■ **Activity**: Which lines of the entries below hold the word "string"? Report each of them.

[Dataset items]

// TestONNXChecker runs the ONNX project's checker (onnx.checker.check_model
// with full_check, which includes strict shape inference) on both models,
// and has numpy read the .npy files, when Debian's python3-onnx is present.
func TestONNXChecker(t *testing.T) {
	onnxPython := debpython.Require(t, "onnx", "numpy")
	dir := t.TempDir()
	for _, f := range Files() {
		b, err := File(f)
		require.NoError(t, err)
		require.NoError(t, os.WriteFile(filepath.Join(dir, f), b, 0o644))
	}
	script := `
import sys, onnx, numpy as np
d = sys.argv[1]
for name, inp, shape, out in [("pumps", "sensors", ["batch", 8], ["batch", 3]),
                              ("welds", "patch", ["batch", 1, 32, 32], ["batch", 2]),
                              ("tickets", "note", ["batch", 16], ["batch", 3])]:
    m = onnx.load(d + "/" + name + ".onnx")
    onnx.checker.check_model(m, full_check=True)
    g = onnx.shape_inference.infer_shapes(m, strict_mode=True).graph
    dims = lambda v: [x.dim_param or x.dim_value for x in v.type.tensor_type.shape.dim]
    assert g.input[0].name == inp and dims(g.input[0]) == shape, dims(g.input[0])
    assert dims(g.output[0]) == out, dims(g.output[0])
    print(name, "ok", m.ir_version, m.opset_import[0].version)
p = np.load(d + "/welds_test_patches.npy"); k = np.load(d + "/welds_test_masks.npy")
l = np.load(d + "/welds_test_labels.npy"); r = np.load(d + "/welds_reference.npy")
assert p.dtype == np.float32 and p.shape == (200, 1, 32, 32)
assert k.dtype == np.uint8 and k.shape == (200, 32, 32)
assert l.dtype == np.int64 and l.shape == (200, 2)
assert r.dtype == np.float32 and r.shape == (32, 1, 32, 32)
t = np.load(d + "/tickets_test_truth.npy")
assert t.dtype == np.int64 and t.shape == (600, 2)
print("npy ok", int(l[:, 0].sum()))
`
	out, err := exec.Command(onnxPython, "-c", script, dir).CombinedOutput()
	require.NoError(t, err, "%s", out)
	lines := strings.Fields(string(out))
	assert.Equal(t, []string{"pumps", "ok", "8", "13", "welds", "ok", "8", "13", "tickets", "ok", "8", "13", "npy", "ok"}, lines[:14], fmt.Sprint(lines))
}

■ **Answer section**:
	lines := strings.Fields(string(out))
	assert.Equal(t, []string{"pumps", "ok", "8", "13", "welds", "ok", "8", "13", "tickets", "ok", "8", "13", "npy", "ok"}, lines[:14], fmt.Sprint(lines))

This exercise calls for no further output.